INSTRUCTIONS FOR THE TASK:
Word for word, repeat every entry that appears below.

Collected data:
fn npy_faults() -> Vec<(&'static str, Vec<u8>, Vec<&'static str>)> {
    let flat: Vec<f64> = input_values().into_iter().flatten().collect();
    let good = f8(&flat);
    let shape = [INPUT_ROWS, 13];
    let mut nan = flat.clone();
    nan[13 + 2] = f64::NAN; // row 2, column 3
    let mut version3 = npy_bytes("<f8", &shape, &good);
    version3[6] = 3;
    let mut bad_magic = npy_bytes("<f8", &shape, &good);
    bad_magic[1..6].copy_from_slice(b"NUMPX");
    let mut trailing = npy_bytes("<f8", &shape, &good);
    trailing.extend_from_slice(&[0u8; 8]);
    vec![
        (
            "int64",
            npy_bytes("<i8", &shape, &good),
            vec!["dtype", "<i8", "'<f4'", "'<f8'"],
        ),
        (
            "float16",
            npy_bytes("<f2", &shape, &good[..shape[0] * shape[1] * 2]),
            vec!["dtype", "<f2", "not supported"],
        ),
        (
            "rank-1",
            npy_bytes("<f8", &[flat.len()], &good),
            vec!["1 dimensions", "exactly 2"],
        ),
        (
            "rank-3",
            npy_bytes("<f8", &[INPUT_ROWS, 13, 1], &good),
            vec!["3 dimensions", "exactly 2"],
        ),
        (
            "truncated",
            npy_bytes("<f8", &shape, &good[..good.len() - 12]),
            vec!["shorter than its header says"],
        ),
        ("bad-magic", bad_magic, vec!["not a NumPy .npy file"]),
        ("version-3", version3, vec!["format version 3"]),
        (
            "trailing-bytes",
            trailing,
            vec!["8 bytes after the array data"],
        ),
        (
            "nan",
            npy_bytes("<f8", &shape, &f8(&nan)),
            vec!["row 2", "column 3", "not a finite number"],
        ),
    ]
}

fn npy_cases() -> Vec<Case> {
    let mut cases = Vec::new();
    for (fault, bytes, words) in npy_faults() {
        for (reader, args) in [
            ("fit", fit_args("bad.npy")),
            ("score", score_args("bad.npy")),
        ] {
            if reader == "fit" && fault == "nan" {
                continue;
            }
            let mut fragments = vec!["bad.npy"];
            fragments.extend(&words);
            cases.push(
                case(&format!("npy-{fault}-{reader}"), &args)
                    .file("bad.npy", bytes.clone())
                    .fails(2, &fragments),
            );
        }
    }
    cases
}

/// Columns 1..=n of in.csv's first `rows` rows (`rows` may exceed nothing: in.csv's 3).
fn narrow_csv(columns: usize, rows: usize) -> String {
    wine_text(Some(rows))
        .lines()
        .map(|l| l.split(',').take(columns).collect::<Vec<_>>().join(",") + "\n")
        .collect()
}

fn fit_cases() -> Vec<Case> {
    let five = wine_text(Some(5));
    let constant: String = five
        .lines()
        .enumerate()
        .map(|(i, l)| {
            let mut cells: Vec<&str> = l.split(',').collect();
            if i > 0 {
                cells[4] = "100";
            }
            cells.join(",") + "\n"
        })
        .collect();
    // ash copied into a second column under another name.
    let duplicated: String = wine_text(None)
        .lines()
        .enumerate()
        .map(|(i, l)| {
            let cells: Vec<&str> = l.split(',').collect();
            let copy = if i == 0 { "ash_again" } else { cells[2] };
            format!("{},{copy}\n", cells.join(","))
        })
        .collect();
    // Every row the same: no spread at all.
    let first_row = wine_text(Some(1)).lines().nth(1).unwrap().to_string();
    let identical = format!(
        "{}\n{}",
        NAMES.join(","),
        (0..12)
            .map(|_| format!("{first_row}\n"))
            .collect::<String>()
    );
    let fit = |name: &str, reference: &str, extra: &[&str]| {
        let mut args = vec!["fit", "--reference", reference, "--out", "prior.kprofile"];
        args.extend_from_slice(extra);
        case(name, &args)
    };
    vec![
        fit("fit-single-row", "one.csv", &["--k", "1", "--holdout", "0"])
            .file("one.csv", wine_text(Some(1)))
            .fails(2, &["needs at least 2 rows, has 1"]),
        fit(
            "fit-more-features-than-rows-empirical",
            "five.csv",
            &["--k", "2", "--holdout", "0", "--covariance", "empirical"],
        )
        .file("five.csv", five.clone())
        .fails(
            2,
            &[
                "singular",
                "13 dimensions, 5 rows",
                "--covariance ledoit-wolf",
            ],
        ),
        fit(
            "fit-constant-column",
            "constant.csv",
            &["--k", "2", "--holdout", "0"],
        )
        .file("constant.csv", constant)
        .fails(2, &["column \"magnesium\" is constant"]),
        fit(
            "fit-duplicated-column-empirical",
            "dup.csv",
            &["--holdout", "0", "--covariance", "empirical"],
        )
        .file("dup.csv", duplicated)
        .fails(2, &["singular", "--covariance ledoit-wolf"]),
        fit(
            "fit-identical-rows-no-embedding",
            "same.csv",
            &["--k", "2", "--holdout", "0", "--embed", "none"],
        )
        .file("same.csv", identical)
        .fails(2, &["same.csv", "identical"]),
        fit(
            "fit-k-equal-rows",
            "five.csv",
            &["--k", "5", "--holdout", "0"],
        )
        .file("five.csv", five.clone())
        .fails(2, &["--k 5", "needs at least 6 rows, has 5"]),
        fit(
            "fit-k-above-rows",
            "five.csv",
            &["--k", "9", "--holdout", "0"],
        )
        .file("five.csv", five.clone())
        .fails(2, &["--k 9", "needs at least 10 rows, has 5"]),
        fit("fit-k-zero", "ref.csv", &["--k", "0"]).fails(2, &["--k", "at least 1"]),
        fit("fit-holdout-above-one", "ref.csv", &["--holdout", "1.5"])
            .fails(2, &["--holdout", "[0, 1)"]),
        fit("fit-holdout-one", "ref.csv", &["--holdout", "1"]).fails(2, &["--holdout", "[0, 1)"]),
        fit("fit-holdout-negative", "ref.csv", &["--holdout=-0.1"])
            .fails(2, &["--holdout", "[0, 1)"]),
        // 5 rows at --holdout 0.5 hold out round(2.5) = 3 and leave 2 to fit, where k = 2
        // needs 3; 6 rows hold out 3 and fit 3. The count named must be one that works,
        // not one the file already has.
        fit(
            "fit-holdout-too-large-for-rows",
            "five.csv",
            &["--k", "2", "--holdout", "0.5"],
        )
        .file("five.csv", five)
        .fails(2, &["--holdout 0.5", "needs at least 6 rows, has 5"]),
        fit("fit-pca-above-features", "ref.csv", &["--embed", "pca:20"])
            .fails(2, &["at most 13 components"]),
        fit(
            "fit-encoder-not-onnx",
            "ref.csv",
            &["--embed", "onnx:m.json"],
        )
        .fails(2, &["m.json", "not an ONNX model"]),
    ]
}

TASK OUTPUT:
fn npy_faults() -> Vec<(&'static str, Vec<u8>, Vec<&'static str>)> {
    let flat: Vec<f64> = input_values().into_iter().flatten().collect();
    let good = f8(&flat);
    let shape = [INPUT_ROWS, 13];
    let mut nan = flat.clone();
    nan[13 + 2] = f64::NAN; // row 2, column 3
    let mut version3 = npy_bytes("<f8", &shape, &good);
    version3[6] = 3;
    let mut bad_magic = npy_bytes("<f8", &shape, &good);
    bad_magic[1..6].copy_from_slice(b"NUMPX");
    let mut trailing = npy_bytes("<f8", &shape, &good);
    trailing.extend_from_slice(&[0u8; 8]);
    vec![
        (
            "int64",
            npy_bytes("<i8", &shape, &good),
            vec!["dtype", "<i8", "'<f4'", "'<f8'"],
        ),
        (
            "float16",
            npy_bytes("<f2", &shape, &good[..shape[0] * shape[1] * 2]),
            vec!["dtype", "<f2", "not supported"],
        ),
        (
            "rank-1",
            npy_bytes("<f8", &[flat.len()], &good),
            vec!["1 dimensions", "exactly 2"],
        ),
        (
            "rank-3",
            npy_bytes("<f8", &[INPUT_ROWS, 13, 1], &good),
            vec!["3 dimensions", "exactly 2"],
        ),
        (
            "truncated",
            npy_bytes("<f8", &shape, &good[..good.len() - 12]),
            vec!["shorter than its header says"],
        ),
        ("bad-magic", bad_magic, vec!["not a NumPy .npy file"]),
        ("version-3", version3, vec!["format version 3"]),
        (
            "trailing-bytes",
            trailing,
            vec!["8 bytes after the array data"],
        ),
        (
            "nan",
            npy_bytes("<f8", &shape, &f8(&nan)),
            vec!["row 2", "column 3", "not a finite number"],
        ),
    ]
}

fn npy_cases() -> Vec<Case> {
    let mut cases = Vec::new();
    for (fault, bytes, words) in npy_faults() {
        for (reader, args) in [
            ("fit", fit_args("bad.npy")),
            ("score", score_args("bad.npy")),
        ] {
            if reader == "fit" && fault == "nan" {
                continue;
            }
            let mut fragments = vec!["bad.npy"];
            fragments.extend(&words);
            cases.push(
                case(&format!("npy-{fault}-{reader}"), &args)
                    .file("bad.npy", bytes.clone())
                    .fails(2, &fragments),
            );
        }
    }
    cases
}

/// Columns 1..=n of in.csv's first `rows` rows (`rows` may exceed nothing: in.csv's 3).
fn narrow_csv(columns: usize, rows: usize) -> String {
    wine_text(Some(rows))
        .lines()
        .map(|l| l.split(',').take(columns).collect::<Vec<_>>().join(",") + "\n")
        .collect()
}

fn fit_cases() -> Vec<Case> {
    let five = wine_text(Some(5));
    let constant: String = five
        .lines()
        .enumerate()
        .map(|(i, l)| {
            let mut cells: Vec<&str> = l.split(',').collect();
            if i > 0 {
                cells[4] = "100";
            }
            cells.join(",") + "\n"
        })
        .collect();
    // ash copied into a second column under another name.
    let duplicated: String = wine_text(None)
        .lines()
        .enumerate()
        .map(|(i, l)| {
            let cells: Vec<&str> = l.split(',').collect();
            let copy = if i == 0 { "ash_again" } else { cells[2] };
            format!("{},{copy}\n", cells.join(","))
        })
        .collect();
    // Every row the same: no spread at all.
    let first_row = wine_text(Some(1)).lines().nth(1).unwrap().to_string();
    let identical = format!(
        "{}\n{}",
        NAMES.join(","),
        (0..12)
            .map(|_| format!("{first_row}\n"))
            .collect::<String>()
    );
    let fit = |name: &str, reference: &str, extra: &[&str]| {
        let mut args = vec!["fit", "--reference", reference, "--out", "prior.kprofile"];
        args.extend_from_slice(extra);
        case(name, &args)
    };
    vec![
        fit("fit-single-row", "one.csv", &["--k", "1", "--holdout", "0"])
            .file("one.csv", wine_text(Some(1)))
            .fails(2, &["needs at least 2 rows, has 1"]),
        fit(
            "fit-more-features-than-rows-empirical",
            "five.csv",
            &["--k", "2", "--holdout", "0", "--covariance", "empirical"],
        )
        .file("five.csv", five.clone())
        .fails(
            2,
            &[
                "singular",
                "13 dimensions, 5 rows",
                "--covariance ledoit-wolf",
            ],
        ),
        fit(
            "fit-constant-column",
            "constant.csv",
            &["--k", "2", "--holdout", "0"],
        )
        .file("constant.csv", constant)
        .fails(2, &["column \"magnesium\" is constant"]),
        fit(
            "fit-duplicated-column-empirical",
            "dup.csv",
            &["--holdout", "0", "--covariance", "empirical"],
        )
        .file("dup.csv", duplicated)
        .fails(2, &["singular", "--covariance ledoit-wolf"]),
        fit(
            "fit-identical-rows-no-embedding",
            "same.csv",
            &["--k", "2", "--holdout", "0", "--embed", "none"],
        )
        .file("same.csv", identical)
        .fails(2, &["same.csv", "identical"]),
        fit(
            "fit-k-equal-rows",
            "five.csv",
            &["--k", "5", "--holdout", "0"],
        )
        .file("five.csv", five.clone())
        .fails(2, &["--k 5", "needs at least 6 rows, has 5"]),
        fit(
            "fit-k-above-rows",
            "five.csv",
            &["--k", "9", "--holdout", "0"],
        )
        .file("five.csv", five.clone())
        .fails(2, &["--k 9", "needs at least 10 rows, has 5"]),
        fit("fit-k-zero", "ref.csv", &["--k", "0"]).fails(2, &["--k", "at least 1"]),
        fit("fit-holdout-above-one", "ref.csv", &["--holdout", "1.5"])
            .fails(2, &["--holdout", "[0, 1)"]),
        fit("fit-holdout-one", "ref.csv", &["--holdout", "1"]).fails(2, &["--holdout", "[0, 1)"]),
        fit("fit-holdout-negative", "ref.csv", &["--holdout=-0.1"])
            .fails(2, &["--holdout", "[0, 1)"]),
        // 5 rows at --holdout 0.5 hold out round(2.5) = 3 and leave 2 to fit, where k = 2
        // needs 3; 6 rows hold out 3 and fit 3. The count named must be one that works,
        // not one the file already has.
        fit(
            "fit-holdout-too-large-for-rows",
            "five.csv",
            &["--k", "2", "--holdout", "0.5"],
        )
        .file("five.csv", five)
        .fails(2, &["--holdout 0.5", "needs at least 6 rows, has 5"]),
        fit("fit-pca-above-features", "ref.csv", &["--embed", "pca:20"])
            .fails(2, &["at most 13 components"]),
        fit(
            "fit-encoder-not-onnx",
            "ref.csv",
            &["--embed", "onnx:m.json"],
        )
        .fails(2, &["m.json", "not an ONNX model"]),
    ]
}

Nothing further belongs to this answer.